João Pessoa, 21 de Outubro de 2017

16 de Março de 2017

Turquia vê possibilidade de 'guerra religiosa'

Turquia vê possibilidade de

Em meio ao conflito diplomático aberto entre a Turquia a Alemanha e a Holanda, o ministro de Relações Exteriores turco, Mevlüt Cavusoglu, advertiu hoje (16) sobre uma possível "guerra religiosa" na Europa, segundo a agência estatal de notícias turca Anadolu. Ao mesmo tempo, o presidente turco, Recep Erdogan, denunciou outra vez um "novo nazismo" e acusou a Europa de voltar "aos dias anteriores à Segunda Guerra Mundial". As informações são da agência alemã DPA.

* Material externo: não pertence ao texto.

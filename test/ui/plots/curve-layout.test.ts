import { describe, expect, it } from 'vitest';

import type { CurveUse } from '../../../src/review';
import { boxesMeet, isWithin, textWidth, type Box } from '../../../src/ui/plots/boxes';
import {
  axisTitle,
  CURVE_LABEL_PX,
  layoutCurve,
  tableRows,
  type CurveLayout,
} from '../../../src/ui/plots/curve-layout';
import type { CurveSection } from '../../../src/worksheet';

const PATTERN: CurveSection = {
  ...{ id: 'c', kind: 'curve', symbol: 'pattern', title: 'Antenna pattern', interpolation: 'monotone' },
  x: { label: 'Angle', unit: 'deg' },
  y: { label: 'Gain', unit: 'dBi' },
  points: [
    [0, 17],
    [10, 14],
    [30, -4],
    [90, -15],
  ],
};
const CABLE: CurveSection = {
  ...{ id: 'd', kind: 'curve', symbol: 'cable', title: 'Cable', logarithmic: true },
  x: { label: 'Frequency', unit: 'Hz' },
  y: { label: '', unit: 'dB' },
  points: [
    [1e6, 1],
    [1e8, 5],
    [1e10, 60],
  ],
};

const use = (symbol: string, x: number, y?: number): CurveUse => ({ lineId: symbol, symbol, label: '', x, y });

function layout(section: CurveSection, uses: readonly CurveUse[] = [], widthPx = 800): CurveLayout {
  const made = layoutCurve(section, uses, { widthPx });
  if (made === undefined) throw new Error('there is no curve');
  return made;
}

describe('the layout of a curve', () => {
  it('stands the points on the curve, at their places on the axes', () => {
    const { points, plot, line, yTicks } = layout(PATTERN);
    expect(yTicks.map(({ text }) => text)).toEqual(['−15', '−10', '−5', '0', '5', '10', '15', '20']);
    expect(points[0]?.x).toBe(plot.left);
    expect(points[3]?.y).toBe(plot.bottom);
    // A third of 90 degrees.
    expect(points[2]?.x).toBeCloseTo(plot.left + (plot.right - plot.left) / 3, 9);
    for (const point of points)
      expect(line.some(({ x, y }) => Math.abs(x - point.x) < 1e-9 && Math.abs(y - point.y) < 1e-9)).toBe(true);
  });

  it('draws a monotone curve that never turns where its points do not', () => {
    const { line } = layout(PATTERN);
    line.slice(1).forEach(({ x, y }, index) => {
      expect(x).toBeGreaterThanOrEqual(line[index]?.x ?? Infinity);
      expect(y).toBeGreaterThanOrEqual((line[index]?.y ?? Infinity) - 1e-9);
    });
  });

  it('counts by the logarithm where the curve does', () => {
    const { points, xTicks, plot } = layout(CABLE);
    expect(points[1]?.x).toBeCloseTo((plot.left + plot.right) / 2, 9);
    expect(xTicks.map(({ text }) => text)).toEqual(['1×10⁶', '10×10⁶', '100×10⁶', '1×10⁹', '10×10⁹']);
  });

  it('tells the figures of a narrow band far from zero apart', () => {
    const band: CurveSection = {
      ...{ ...CABLE, logarithmic: false },
      points: [
        [2.4e9, 1],
        [2.4001e9, 2],
      ],
    };
    const texts = layout(band).xTicks.map(({ text }) => text);
    expect(new Set(texts).size).toBe(texts.length);
    expect(texts[0]).toBe('2.4×10⁹');
  });

  it.each([300, 380, 800, 1200])('lets no figures of the axes meet or leave the drawing at %i px', (widthPx) => {
    for (const section of [PATTERN, CABLE]) {
      const { width, height, plot, xTicks, yTicks } = layout(section, [], widthPx);
      const boxes: Box[] = [
        ...xTicks.map(({ x, text }) => ({
          ...{ left: x - textWidth(text, CURVE_LABEL_PX) / 2, right: x + textWidth(text, CURVE_LABEL_PX) / 2 },
          ...{ top: plot.bottom + 8, bottom: plot.bottom + 21 },
        })),
        ...yTicks.map(({ y, text }) => ({
          ...{ left: plot.left - 6 - textWidth(text, CURVE_LABEL_PX), right: plot.left - 6 },
          ...{ top: y - 6, bottom: y + 6 },
        })),
      ];
      boxes.forEach((box, index) => {
        expect(isWithin(box, { left: 0, top: 0, right: width, bottom: height })).toBe(true);
        for (const other of boxes.slice(index + 1)) expect(boxesMeet(box, other)).toBe(false);
      });
    }
  });

  it('marks and names the places at which lines read it, those at one place together', () => {
    const { uses, plot } = layout(PATTERN, [use('G_a', 45, -7), use('G_b', 45, -7), use('G_c', 10, 14)]);
    expect(uses.map(({ label }) => label?.text)).toEqual(['G_a, G_b: −7 dBi', 'G_c: 14 dBi']);
    expect(uses[0]?.x).toBeCloseTo((plot.left + plot.right) / 2, 9);
    expect(uses[0]?.description).toBe('G_a, G_b: −7 dBi at 45 deg');
  });

  it('lets no names meet, however many there are', () => {
    const many = Array.from({ length: 40 }, (_, i) => use(`G_${String(i)}`, i * 2, 17 - i * 0.8));
    const { uses, plot } = layout(PATTERN, many, 380);
    const boxes = uses.flatMap(({ label }) => label?.box ?? []);
    expect(uses).toHaveLength(40);
    expect(boxes.length).toBeGreaterThan(2);
    boxes.forEach((box, index) => {
      expect(isWithin(box, plot)).toBe(true);
      for (const other of boxes.slice(index + 1)) expect(boxesMeet(box, other)).toBe(false);
    });
  });

  it('says which lines read it where it has no value', () => {
    const { uses, outside } = layout(PATTERN, [use('G_a', 100)]);
    expect(uses).toEqual([]);
    expect(outside).toEqual(['G_a reads the curve at 100 deg, where it has no value.']);
  });

  it('is not there while the table is no curve', () => {
    expect(layoutCurve({ ...PATTERN, points: [[0, 1]] }, [], { widthPx: 800 })).toBeUndefined();
    expect(layoutCurve({ ...PATTERN, x: { label: '', unit: 'parsnip' } }, [], { widthPx: 800 })).toBeUndefined();
  });

  it('holds a level curve too', () => {
    const flat: CurveSection = {
      ...PATTERN,
      points: [
        [0, 3],
        [1, 3],
      ],
    };
    const { line, plot } = layout(flat);
    for (const { y } of line) expect(y > plot.top && y < plot.bottom).toBe(true);
  });
});

describe('the words of a curve', () => {
  it('name an axis with its unit, and by x and y where it has no name', () => {
    expect([axisTitle(PATTERN.x, 'x'), axisTitle(CABLE.y, 'y'), axisTitle({ label: 'n', unit: '1' }, 'x')]).toEqual([
      'Angle, deg',
      'y, dB',
      'n',
    ]);
  });

  it('list points and uses in the order of x', () => {
    expect(tableRows(PATTERN, [use('G_a', 20, 5)]).map(({ x, y, use: by }) => [x, y, by?.symbol])).toEqual([
      [0, 17, undefined],
      [10, 14, undefined],
      [20, 5, 'G_a'],
      [30, -4, undefined],
      [90, -15, undefined],
    ]);
  });
});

Falando para seguidores na cidade de Sakaria, no oeste do país, o mandatário turco criticou duramente a decisão do Tribunal de Justiça da União Europeia de que as empresas podem proibir em determinadas circunstâncias que suas empregadas usem o lenço islâmico.

"Meus queridos irmãos, há começado uma batalha entre a cruz e a meia lua (símbolo do Islã). Não pode haver outra explicação", disse Erdogan. Além disso, ele acusou a Holanda pelo massacre de Srebrenica, na Bósnia. "Sua democracia é uma vergonha", disse, e ressaltou que a Holanda "pagará" por proibir seus ministros de realizar atos em território holandês.

"Ei, Rutte, teu partido venceu as eleições, mas deves saber que perdeste um amigo como a Turquia", afirmou Erdogan, em referência à vitória do primeiro ministro holandês Mark Rutte nas eleições ontem. O chefe de governo da Holanda já havia rechaçado as acusações turcas, que qualificou de inaceitáveis e de uma "deplorável falsificação da História".

Do mesmo modo, a chanceler alemã Angela Merkel e o presidente da França, François Hollande, rechaçaram hoje as acusações lançadas por membros do governo turco contra ambos os países. Os mandatários mantiveram uma conversa telefônica em que concordaram que "as comparações com o nazismo e outras declarações contra a Alemanha e outros Estados são inaceitáveis", comunicou o porta-voz de Merkel, Steffen Seibert.